Ungeschriebene Gesetze: Das Ende wird nicht verraten

Es gibt so ein paar Regeln der modernen Zivilisation, die irgendwie ‚heilig‘ sind und die niemand bricht und derer sich sogar die Medien in ihrer Breite unterwerfen. Eines davon ist: Das Ende wird nicht verraten.

Sich ein Fussball-Spiel seines Lieblingsclubs als Aufzeichnung zeitversetzt anzusehen ist eigentlich so gut wie unmöglich. Auch bei totaler Informationsblockade kommt bestimmt spätestens zwei Schritte vor der Haustür der Nachbar mit dem nett gemeinten: »Glückwunsch zum Sieg!«. Da werden freudig erwartete 90 Minuten zum Ärgernis.
Und dabei gab es früher sogar einmal in der Tagesschau vor der Sportschau nur eine tonlose Einblendung der Ergebnisse – mit Vorankündigung!

Aber Filme und Bücher – da hält man noch heute dicht. Zwar gibt es bei Filmen Trailer und Rezensionen, aber das Ende wird i.d.R. nicht verraten. Und bei Büchern haben erst Recht alle tiefsten Respekt. Die Freude auf einen spannenden Roman, das hat was, das will man nicht zerstören. Und auch im Privaten: Wer da beim Abendessen nur beiläufig erwähnt, dass ‚das Ende aber sehr überraschend‘ wäre, gilt in Anwesenheit wenigstens eines Lesewilligen des betroffenen Buches als schwerer Fettnapftritt – und zu Recht.

Wenn man sich jetzt in Weblogs einen Spaß daraus macht, bereits in einer Überschrift oder via RSS den Inhalt und das Ende eines Buches (oder wesentliche Elemente) zu verraten, der bricht nicht nur mit dem beschriebenen Gesetz, der missbraucht auch das Vertrauen der Leser in den Schreiber. Es ist wie eine – im allerweitesten Sinne zu verstehenden – Informations-Vergewaltigung.

Wahrscheinlich hört man mir gerade an, dass ich mich maßlos ärgere. Stein des Anstoßes sind dabei zwei Berichte bei Spreeblick und (mit Verweis darauf) bei Nerdcore, die einen wesentlichen Punkt des neuen Harry Potter-Roman verraten. Läßt Johnny von Spreeblick wenigstens noch die Wahl, ob man weiterklickt und liest oder nicht, gibt René von Nerdcore einem diese Chance nicht.

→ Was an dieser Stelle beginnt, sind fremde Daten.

package order

import (
	"context"
	"math"
	"strings"

	"pairloom/sparse/chain"
	"pairloom/sparse/source"
	"pairloom/sparse/source/table"
)

// triangle is a symmetric matrix, its part below the diagonal row by row.
type triangle struct {
	n  int
	at []float64 // d(i, j) for j < i at i(i−1)/2 + j
}

func (t *triangle) d(i, j int) float64 {
	if i == j {
		return 0
	}
	if i < j {
		i, j = j, i
	}
	return t.at[i*(i-1)/2+j]
}

// Distances reads a matrix of distances (text: square, or lower triangular with or
// without its diagonal; .npy: square) and publishes the flag complex in dir, cut as
// Points does. It must be symmetric, zero on the diagonal, finite and not negative.
// Memory: 8 bytes a pair and the complex. Errors: *source.InputError naming line and
// column, *source.TooBig.
func Distances(ctx context.Context, spec source.Spec, dir string, threads int, p source.Progress) (*chain.Complex, error) {
	p.Stage("read")
	t, err := readDistances(ctx, spec.Inputs[0], p)
	if err != nil {
		return nil, err
	}
	c := &chain.Complex{Kind: string(source.Distances), KeepZero: spec.KeepZeroPairs}
	scale, err := scaleOf(ctx, spec, c, t.n, threads, func(i int, most float64) (float64, error) {
		far := 0.0
		for j := range t.n {
			if far = max(far, t.d(i, j)); far > most {
				break
			}
		}
		return far, nil
	})
	if err != nil {
		return nil, err
	}
	var edges []edge
	for i := range t.n {
		for j := range i {
			if d := t.d(i, j); d <= scale {
				edges = append(edges, edge{uint32(j), uint32(i), d})
			}
		}
		if err := edgesFit(spec, len(edges)); err != nil {
			return nil, err
		}
	}
	return newFlag(spec.Inputs[0], uint32(t.n), edges).complex(ctx, spec, c, dir, threads, p)
}

func readDistances(ctx context.Context, path string, p source.Progress) (*triangle, error) {
	if strings.HasSuffix(path, ".npy") {
		r, err := readArrayRows(path)
		if err != nil {
			return nil, err
		}
		if r.n != r.d {
			return nil, source.Broken(path, 0, "shape %d × %d; a square matrix was expected", r.n, r.d)
		}
		return r.triangle()
	}
	return readTriangle(ctx, path, p)
}

// triangle checks a square array and keeps its lower half.
func (r *rows) triangle() (*triangle, error) {
	t := &triangle{n: r.n, at: make([]float64, 0, r.n*(r.n-1)/2)}
	for i := range r.n {
		for j, v := range r.row(i)[:i+1] {
			if why := wrong(i, j, v); why != "" {
				return nil, source.Broken(r.path, 0, "entry [%d, %d] is %v; %s", i, j, v, why)
			}
			if w := r.row(j)[i]; v != w {
				return nil, source.Broken(r.path, 0, "entry [%d, %d] is %v but [%d, %d] is %v; distances must be symmetric", i, j, v, j, i, w)
			}
			if j < i {
				t.at = append(t.at, source.Clean(v))
			}
		}
	}
	return t, nil
}

// wrong says what is wrong with a distance, "" for nothing.
func wrong(i, j int, v float64) string {
	switch {
	case math.IsNaN(v) || math.IsInf(v, 0):
		return "a finite distance was expected"
	case v < 0:
		return "a distance is not negative"
	case i == j && v != 0:
		return "the diagonal of a distance matrix is 0"
	}
	return ""
}

// readTriangle reads text: square, or lower triangular.
func readTriangle(ctx context.Context, path string, p source.Progress) (*triangle, error) {
	in, err := table.Open(path)
	if err != nil {
		return nil, err
	}
	defer in.Close()
	var flat []float64
	var lines []int // line of each row
	width := 0      // of a square matrix; 0: triangular
	for in.Next() {
		if ctx.Err() != nil {
			return nil, context.Cause(ctx)
		}
		p.Advance(in.BytesRead(), in.Size())
		n, i := len(in.Fields()), len(lines)
		if i == 0 && n > 1 {
			width = n
		}
		switch {
		case width > 0 && n != width:
			return nil, source.Broken(path, in.Line(), "%d numbers; %d were expected, as in the lines before", n, width)
		case width > 0 && i == width:
			return nil, source.Broken(path, in.Line(), "more lines than the %d numbers in each; a square matrix was expected", width)
		case width == 0 && n != i+1:
			return nil, source.Broken(path, in.Line(), "%d numbers; %d were expected in this line of a lower triangular matrix", n, i+1)
		}
		if flat, err = numbers(path, in, flat); err != nil {
			return nil, err
		}
		lines = append(lines, in.Line())
	}
	switch {
	case in.Err() != nil:
		return nil, in.Err()
	case len(lines) == 0:
		return nil, source.Broken(path, 0, "no data in it; a distance matrix was expected")
	case width > 0 && len(lines) != width:
		return nil, source.Broken(path, lines[len(lines)-1], "the matrix ends after %d lines of %d numbers; it must be square", len(lines), width)
	case width > 0:
		return square(path, flat, lines)
	}
	return lower(path, flat, lines)
}

// square checks a square matrix and keeps its lower half, in place.
func square(path string, flat []float64, lines []int) (*triangle, error) {
	n := len(lines)
	for i := range n {
		for j := range i + 1 {
			v := flat[i*n+j]
			if why := wrong(i, j, v); why != "" {
				return nil, source.Broken(path, lines[i], "column %d: %v; %s", j+1, v, why)
			}
			if w := flat[j*n+i]; v != w {
				return nil, source.Broken(path, lines[i], "column %d is %v but line %d, column %d is %v; distances must be symmetric", j+1, v, lines[j], i+1, w)
			}
		}
	}
	to := 0
	for i := range n {
		to += copy(flat[to:], flat[i*n:i*n+i])
	}
	return &triangle{n: n, at: flat[:to]}, nil
}

// lower takes a lower triangle: with its diagonal if every line ends in 0, without it else.
func lower(path string, flat []float64, lines []int) (*triangle, error) {
	diagonal := true
	for i := range lines {
		diagonal = diagonal && flat[i*(i+1)/2+i] == 0
	}
	t := &triangle{n: len(lines) + 1, at: flat}
	for i, line := range lines {
		for j, v := range flat[i*(i+1)/2 : i*(i+1)/2+i+1] {
			if why := wrong(i+1, j, v); why != "" {
				return nil, source.Broken(path, line, "column %d: %v; %s", j+1, v, why)
			}
		}
	}
	if !diagonal {
		return t, nil
	}
	to := 0
	for i := range lines {
		to += copy(flat[to:], flat[i*(i+1)/2:i*(i+1)/2+i])
	}
	return &triangle{n: len(lines), at: flat[:to]}, nil
}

Aber auch Nerdcore ist – um das einmal einzuschränken – ja auch nur Nachahmer und eben zufällig mein Stein des Anstoßes gewesen.
Die Frage ist doch: Führt die Weblog-RSS-Feed-Kultur dazu, dass man zwangs-informiert wird? Geht es im Beispiel ja ’nur‘ um ein Buch, so läßt die Fantasie im multimedialen Bereich viel Spielraum – Bilder, Sequenzen, Schlagworte – politisch motiviert, religiös anstößig, nicht jugendfrei. Vielleicht ist das eine echte Gefahr des ‚unkontrollierten‘ Medienbooms in Weblogs. Wenn keine Regeln bestehen, keine Kontrolle, dann gibt es eben auch Entwicklungen, die man als ’negativ‘ einstufen könnte.
Und sei es nur – wie im Beispiel -, weil man es halt lustig findet und man es eben ‚kann‘.

Es bleibt einem nur sich gut auszusuchen, was man abonniert und wen man liest – oder an die Vernunft zu appelieren. Da dies im angesprochenen Fall nicht geholfen hat (was mich wundert, weil man dort sonst ein gutes Buch zu schätzen weiß) und der Blogartikel noch immer besteht, will ich zu Nerdcore heute noch nicht mal verlinken. 🙁

Spreeblick: Harry Potter in drei Minuten

Update [02.08.2005]: Dass das Ganze auch offline funktioniert, darauf weißt SPON nun in einem Artikel hin. Man kann sich T-Shirts bestellen, auf dem wesentliche Inhalte des neuen Potter einfach durch die Gegend getragen werden.
Dumm nur, dass auch SPON mit seinem Artikel durch die Abbildung eines Ausschnitts eines solchen T-Shirts wieder ein Detail verrät: Die Seitenzahl! – Ein Versehen?

SPON: Wollen Sie sich mal so richtig unbeliebt machen?